With weak consumer confidence and higher operating costs impacting margins, Kent’s business leaders will feel the pressure even more in 2024.
Can our shopping centres steady the ship?
The county’s shopping centres and high streets remain in the thick of it. Inflation has dented consumer spending with retailers experiencing the brunt of economic headwinds. As a result, shop owners and retailers are increasingly feeling bruised from this period, and saw a very minor growth in sales during the final month of 2023 as a result of double figures inflation earlier in the year pushing up overall transaction values.
The Post’s own analysis highlights that online searches for the county’s top shopping centre Bluewater was significantly down during Q4’2023. At Bluewater, searches fell by 9.8% year-on-year in December 2033. Online searches are an indicator of shopper activity with search volumes reflecting those looking for opening hours, directions, or further details on a location. Despite all this, Bluewater’s owner Landsec told The Sunday Times last weekend that the centre remains a prime retail investment opportunity.
In response to the increasing shift to shopping online post-Covid, Kent shopping malls and high streets are undergoing adaptations and innovations. Some are diversifying their tenant mix by attracting new businesses and experiences, such as leisure facilities, while others are investing in marketing campaigns and events to revitalise their areas. Despite these efforts, the challenge persists in revitalising the trade, underscoring the need for ongoing innovation to ensure vibrant commerce and community life in the future.
However, in the face of the ever-changing retail landscape and the hurdles confronting traditional brick-and-mortar stores, the prospects of our retail sector reinventing itself this year may be overwhelmed by the relentless tide of change.

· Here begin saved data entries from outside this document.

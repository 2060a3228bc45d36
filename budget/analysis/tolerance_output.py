"""The tolerance report in words and as JSON: the floor statement and the documented JSON form
(docs/tolerances.md §6, schema version 1)."""

from __future__ import annotations

import math

from budget.analysis.sensitivity import knob_key
from budget.analysis.tolerances import SCHEMA_VERSION, ToleranceReport
from budget.errors.context_terms import knob_in_lab_units


def floor_message(report: ToleranceReport) -> str | None:
    """The plain statement when the incoherent floor alone exceeds the target, else None."""
    if report.feasible:
        return None
    sources = ", ".join(f"{name} {value:.3g}" for name, value in report.main_floor_sources())
    depth = (
        "not even one repetition meets it"
        if report.max_cycles == 0
        else f"at most {report.max_cycles} repetitions meet it even with perfect calibration"
    )
    return (
        f"the incoherent floor {report.incoherent_floor:.3g} alone exceeds the target {report.target:g} "
        f"(main sources: {sources or 'none named'}); no calibration of coherent knobs can fix this; {depth}"
    )


def tolerances_json(report: ToleranceReport) -> dict:
    """The report as JSON-ready data (docs/tolerances.md, schema version 1); infinities become null."""
    return {
        "schema_version": SCHEMA_VERSION,
        "kind": "tolerances",
        "target": report.target,
        "metric": report.metric,
        "assume": report.assume,
        "allocation": report.allocation,
        "incoherent_floor": report.incoherent_floor,
        "floor_sources": dict(report.floor_sources),
        "coherent_budget": report.coherent_budget,
        "feasible": report.feasible,
        "floor_message": floor_message(report),
        "common_factor": _finite(report.common_factor),
        "current": {"signed": report.current_signed, "assumed": report.current_assumed},
        "cycles": report.cycles,
        "max_cycles": report.max_cycles,
        "exact": report.exact,
        "tolerances": [
            {
                "family": r.family,
                "knob": r.knob,
                "key": knob_key((r.family, r.knob)),
                "current_rad": r.current_rad,
                "tolerance_rad": _finite(r.tolerance_rad),
                "lab_unit": knob_in_lab_units(r.knob, 0.0)[1],  # kHz for spectator ZZ (zz_rad_per_us)
                "tolerance_lab": _finite(knob_in_lab_units(r.knob, r.tolerance_rad)[0]),
                "tighten_by": _finite(r.tighten_by),
                "status": r.status,
                "order": r.order,
                "first_order_rad": _finite(r.first_order_rad),
                "capped": r.capped,
                "worst_site": r.worst_site,
                "sites_over": r.sites_over,
                "sites": [
                    {"site": x.site, "current_rad": x.current_rad, "tolerance_rad": _finite(x.tolerance_rad), "over": x.over}
                    for x in r.sites
                ],
            }
            for r in report.rows
        ],
        "closed_loop": None if report.closed_loop is None else report.closed_loop.as_json(),
        "floor_remedy": None if report.floor_remedy is None else report.floor_remedy.as_json(),
        "warnings": list(report.warnings),
    }


def _finite(x: float) -> float | None:
    return float(x) if math.isfinite(x) else None
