"""Detectors and logical observables of a Clifford circuit with mid-circuit measurements.

In the ideal circuit every measurement outcome is r = r₀ ⊕ A s over GF(2): a fixed reference
record r₀ plus a linear function of independent random bits s (each random outcome of a
stabilizer measurement is a fresh bit; every later outcome is a GF(2) combination of earlier ones,
Gottesman, arXiv:quant-ph/9807006 (1998); Aaronson & Gottesman, PRA 70, 052328 (2004)). A parity v
of outcomes is deterministic exactly when vᵀA = 0. The columns of A are read from noiseless shots of
stim's compiled sampler (Gidney, Quantum 5, 497 (2021)): each shot XOR the reference sample is A s
for uniformly random s, so with ``rank + 64`` shots the span is complete except with probability
below 2⁻⁶⁴.

The basis follows the convention of the error-correction literature (e.g. Fowler, Mariantoni,
Martinis & Cleland, PRA 86, 032324 (2012); the detectors stim's generator declares):

1. a measurement whose outcome equals that of the previous measurement of the same qubit is
   compared with it (a check repeated every round), else one that equals the product of the two
   previous ones is compared with both (a check whose basis cycles X, Y, Z: stim's XYZ color code);
2. otherwise a measurement that is deterministic by itself is a detector (first round of a check);
3. the final data measurements (qubits measured once, with only one-qubit gates after) are combined with the last
   measurement of each neighbouring check qubit (neighbours: a two-qubit gate joins them) when that
   parity is deterministic, else with one earlier measurement, else with the last and one earlier
   (a check whose basis cycles from round to round, as in the XYZ color code; these two forms only
   with all the neighbours);
4. deterministic parities not spanned by 1-3 that include final data measurements are logical
   observables (unless the user names them); any other missing parity is added as a detector.
"""

from __future__ import annotations

from dataclasses import dataclass
from itertools import combinations
from typing import Iterator, Sequence

import numpy as np

from budget.circuit.walk import Kind, branches, kind_of
from budget.engines.clifford.stim_circuit import record_qubits, to_stim
from budget.errors.noisy import NoisyCircuit
from budget.problems import InputError

SHOT_MARGIN = 64
"""Shots beyond the rank of the random part; the span is complete except with probability 2^-64."""


@dataclass(frozen=True)
class Detector:
    """A parity of measurement outcomes that the ideal circuit fixes.

    Attributes:
        measurements: record indices (0-based, execution order), ascending.
        round: the check round: the largest number of earlier measurements of the same qubit among
            its measurements, plus one for a detector that closes with final data measurements.
        ideal: the parity's value in the ideal circuit (0 or 1).
        kind: ``"single"``, ``"repeat"``, ``"final"`` or ``"other"`` (rule 1-4 above).
    """

    measurements: tuple[int, ...]
    round: int
    ideal: int
    kind: str


@dataclass(frozen=True)
class Checks:
    """The detectors and observables of a circuit.

    Attributes:
        detectors: the chosen basis of checks.
        observables: deterministic parities with final data measurements outside the checks' span.
        observable_ideal: their values in the ideal circuit.
        num_measurements: length of the record.
        random_rank: number of independent random bits of the ideal record.
        qubits: the qubit of each record entry.
    """

    detectors: tuple[Detector, ...]
    observables: tuple[tuple[int, ...], ...]
    observable_ideal: tuple[int, ...]
    num_measurements: int
    random_rank: int
    qubits: tuple[int, ...]


class _Span:
    """A GF(2) basis of record parities (Python ints as bit sets), pivot = highest set bit."""

    def __init__(self) -> None:
        self.pivots: dict[int, int] = {}

    def reduce(self, v: int) -> int:
        while v:
            p = v.bit_length() - 1
            if p not in self.pivots:
                return v
            v ^= self.pivots[p]
        return 0

    def add(self, v: int) -> bool:
        v = self.reduce(v)
        if v:
            self.pivots[v.bit_length() - 1] = v
        return bool(v)


def _mask(indices) -> int:
    out = 0
    for i in indices:
        out |= 1 << i
    return out


def _indices(mask: int) -> tuple[int, ...]:
    out, i = [], 0
    while mask:
        if mask & 1:
            out.append(i)
        mask >>= 1
        i += 1
    return tuple(out)


def _random_columns(stim_circuit, seed: int) -> tuple[list[int], np.ndarray, int]:
    """Column j of A as a Python int over shots, the reference record, and the rank of A."""
    reference = np.asarray(stim_circuit.reference_sample(), dtype=bool)
    shots = 256
    while True:
        sampler = stim_circuit.compile_sampler(seed=seed)
        dev = sampler.sample(shots) ^ reference[None, :]
        packed = np.packbits(dev.T, axis=1)
        cols = [int.from_bytes(row.tobytes(), "big") for row in packed]
        rank = _rank(cols)
        if rank + SHOT_MARGIN <= shots:
            return cols, reference, rank
        shots *= 2


def _rank(vectors: Sequence[int]) -> int:
    span = _Span()
    return sum(span.add(v) for v in vectors)


def recorded_qubits(noisy: NoisyCircuit, metric: str) -> list[int]:
    """The qubit of each recorded outcome (:func:`record_qubits`), or a refusal when there is none.

    Measurements that only end the circuit are its readout, kept apart (``noisy.readout_error``):
    the detector and record metrics have nothing to compare then.

    Raises:
        InputError: the circuit records no outcome.
    """
    qubits = record_qubits(noisy)
    if not qubits:
        raise InputError(f"{noisy.source}: the {metric} metric needs measurements inside the circuit, and this one "
                         "has none (measurements that only end a gate circuit are its readout, kept apart); "
                         "use --metric process or state")
    return qubits


def infer_checks(
    circuit: NoisyCircuit, *, observables: Sequence[Sequence[int]] | None = None, seed: int = 0
) -> Checks:
    """Detectors (in the field's convention) and logical observables of a Clifford circuit.

    Args:
        circuit: the circuit (its errors are ignored: the ideal circuit decides).
        observables: record index lists the user names as logical observables; each must be
            deterministic. None: infer them (rule 4).
        seed: seed of the sampler.

    Raises:
        InputError: a named observable is not deterministic, lies in the span of the detectors
            (or of the observables named before it), or names a record index that does not exist;
            the circuit is not Clifford (from the stim writer).
    """
    qubits = recorded_qubits(circuit, "detectors")
    ideal = to_stim(circuit)
    m = len(qubits)
    cols, ref, rank = _random_columns(ideal, seed)
    last: dict[int, int] = {}
    prev: list[int | None] = []
    counts: list[int] = []
    seen: dict[int, int] = {}
    for j, q in enumerate(qubits):
        prev.append(last.get(q))
        counts.append(seen.get(q, 0))
        seen[q] = seen.get(q, 0) + 1
        last[q] = j
    ends = _measured_last(circuit)
    data = {j for j, q in enumerate(qubits) if seen[q] == 1 and q in ends}
    span = _Span()
    detectors: list[Detector] = []

    def value(ms) -> int:
        return int(np.bitwise_xor.reduce(ref[list(ms)])) if ms else 0

    def add(ms: tuple[int, ...], kind: str) -> None:
        if span.add(_mask(ms)):
            rnd = max(counts[i] for i in ms) + (1 if kind == "final" else 0)
            detectors.append(Detector(ms, rnd, value(ms), kind))

    for j in range(m):
        if j in data:
            continue
        if prev[j] is not None and cols[j] == cols[prev[j]]:
            add((prev[j], j), "repeat")
        elif prev[j] is not None and prev[prev[j]] is not None and cols[j] == cols[prev[j]] ^ cols[prev[prev[j]]]:
            add((prev[prev[j]], prev[j], j), "repeat")  # a cycling basis: Z = X·Y up to phase
        elif cols[j] == 0:
            add((j,), "single")
    neighbours = _neighbours(circuit)
    for q, j in sorted(last.items(), key=lambda kv: kv[1]):
        if j in data:
            continue
        near = sorted(i for i in data if qubits[i] in neighbours.get(q, ()))
        for own in _own_outcomes(j, prev):
            found = _solve(cols, _xor(cols, own), near, subsets=own == (j,))
            if found:
                add(tuple(sorted(own + found)), "final")
                break
    named = observables is not None
    obs: list[tuple[int, ...]] = []
    if named:
        for k, o in enumerate(observables):
            ms = tuple(sorted(set(int(i) for i in o)))
            if not ms or any(not 0 <= i < m for i in ms):
                raise InputError(f"observable {k}: record indices {list(o)} must lie in 0..{m - 1}")
            if _xor(cols, ms) != 0:
                raise InputError(f"--logical {','.join(map(str, ms))} (observable {k}): this parity is random in the ideal "
                                 "circuit; a logical observable must be a deterministic parity of recorded bits")
            if not span.add(_mask(ms)):
                raise InputError(f"--logical {','.join(map(str, ms))}: this parity is fixed by the checks (a combination "
                                 "of detectors or of the observables named before it), so no error flips it without "
                                 "firing a detector: a logical observable must be a deterministic parity the detectors "
                                 "do not span")
            obs.append(ms)
    else:
        for combo in _dependencies(cols, sorted(data)):
            if span.add(combo):
                obs.append(_indices(combo))
    if len(detectors) + len(obs) < m - rank:
        for v in _dependencies(cols, range(m)):
            if len(detectors) + len(obs) >= m - rank:
                break
            ms = _indices(v)
            if span.reduce(v):
                if not named and data.intersection(ms):
                    span.add(v)
                    obs.append(ms)
                else:
                    add(ms, "other")
    return Checks(tuple(detectors), tuple(obs), tuple(value(o) for o in obs), m, rank, tuple(qubits))


def _xor(cols: list[int], ms) -> int:
    acc = 0
    for i in ms:
        acc ^= cols[i]
    return acc


def _own_outcomes(j: int, prev: list[int | None]) -> Iterator[tuple[int, ...]]:
    """The check qubit's own outcomes a final detector may close with: its last one ``j``, then
    one earlier outcome alone, then ``j`` with one earlier outcome (latest first). A check that
    repeats unchanged needs only the first; one whose basis cycles (stim's XYZ color code) closes
    with the round measured in the data's basis, or with the product of two rounds, and then only
    with all its data neighbours (a subset could be another check's parity)."""
    earlier = []
    p = prev[j]
    while p is not None:
        earlier.append(p)
        p = prev[p]
    yield (j,)
    yield from ((p,) for p in earlier)
    yield from ((p, j) for p in earlier)


def _solve(cols: list[int], target: int, near: list[int], *, subsets: bool = True) -> tuple[int, ...] | None:
    """All of ``near`` when ⊕_{i∈near} col_i = target (the check's full support), else (with
    ``subsets``) the smallest non-empty subset that gives it (searched when ``near`` has at most 10
    entries), or None."""
    if not near:
        return None
    if _xor(cols, near) == target:
        return tuple(near)
    if len(near) > 10 or not subsets:
        return None
    for size in range(1, len(near) + 1):
        for combo in combinations(near, size):
            if _xor(cols, combo) == target:
                return combo
    return None


def _dependencies(cols: list[int], among) -> Iterator[int]:
    """Deterministic parities among the columns ``among``, as record-index masks: Gaussian
    elimination with the combination tracked; each column that reduces to zero closes one."""
    basis: dict[int, tuple[int, int]] = {}  # pivot -> (vector, combination mask)
    for i in among:
        v, combo = cols[i], 1 << i
        while v:
            p = v.bit_length() - 1
            if p not in basis:
                basis[p] = (v, combo)
                break
            bv, bc = basis[p]
            v, combo = v ^ bv, combo ^ bc
        if not v:
            yield combo


def _measured_last(circuit: NoisyCircuit) -> set[int]:
    """Qubits whose last event (two-qubit gate, reset, measurement; repeat bodies walked once) is
    a measurement: nothing but one-qubit gates acts on them after they are read."""
    last: dict[int, str] = {}

    def walk(items) -> None:
        for it in items:
            kind = kind_of(it, "detectors")
            if kind is Kind.LAYER:
                for nop in it.sites:  # a one-qubit gate after the readout cannot change the record
                    last.update({q: "gate" for q in nop.qubits if len(nop.qubits) == 2 or last.get(q) != "measure"})
            elif kind is Kind.MEASURE:
                last.update({q: "measure" for q in it.item.qubits})
            elif kind is Kind.RESET:
                last.update({q: "reset" for q in it.item.qubits})
            for inner in branches(it):
                walk(inner)

    walk(circuit.body)
    return {q for q, kind in last.items() if kind == "measure"}


def _neighbours(circuit: NoisyCircuit) -> dict[int, set[int]]:
    out: dict[int, set[int]] = {}
    for layer in circuit.distinct_layers():
        for nop in layer.sites:
            if len(nop.qubits) == 2:
                a, b = nop.qubits
                out.setdefault(a, set()).add(b)
                out.setdefault(b, set()).add(a)
    return out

The property market remains elevated… for now
The state of the UK property market is currently shaped by a multifaceted interplay of factors. On one front, the housing market grapples with significant inertia, primarily stemming from the hurdles potential buyers face, such as elevated mortgage rates and stretched affordability. The combination of rising borrowing costs and a persistent strain on household incomes has led to a scenario where individuals are postponing their home-buying plans, encountering increased difficulty in securing mortgages. The escalating cost of living has further compounded the challenges for first-time buyers, making it even more arduous to accumulate the necessary deposit for property purchases.
Kent’s property market is going through a period of change itself. In just two years, the volume of finalised property transactions in Kent has experienced a drastic reduction, plummeting from 15,099 in the latter half of 2021 to a mere 7,499 in the initial six months of 2023. Concurrently, the average property prices in Kent have witnessed a decline of 1.83% during this period. However, it is important to note that the impact on property prices varies across the county, resulting in a mixed landscape of fluctuations.
Looking to 2024, the dip in prices could create improved buying levels. Real estate agent Leaders notes: ‘for those that might have held off selling and buying in 2023, it looks like 2024 could be a really good market.’ The jury is out on whether 2024 could see a drop in the average price as buyers secure discounts or the systemic shortage of houses across the UK keeps the county’s property market elevated.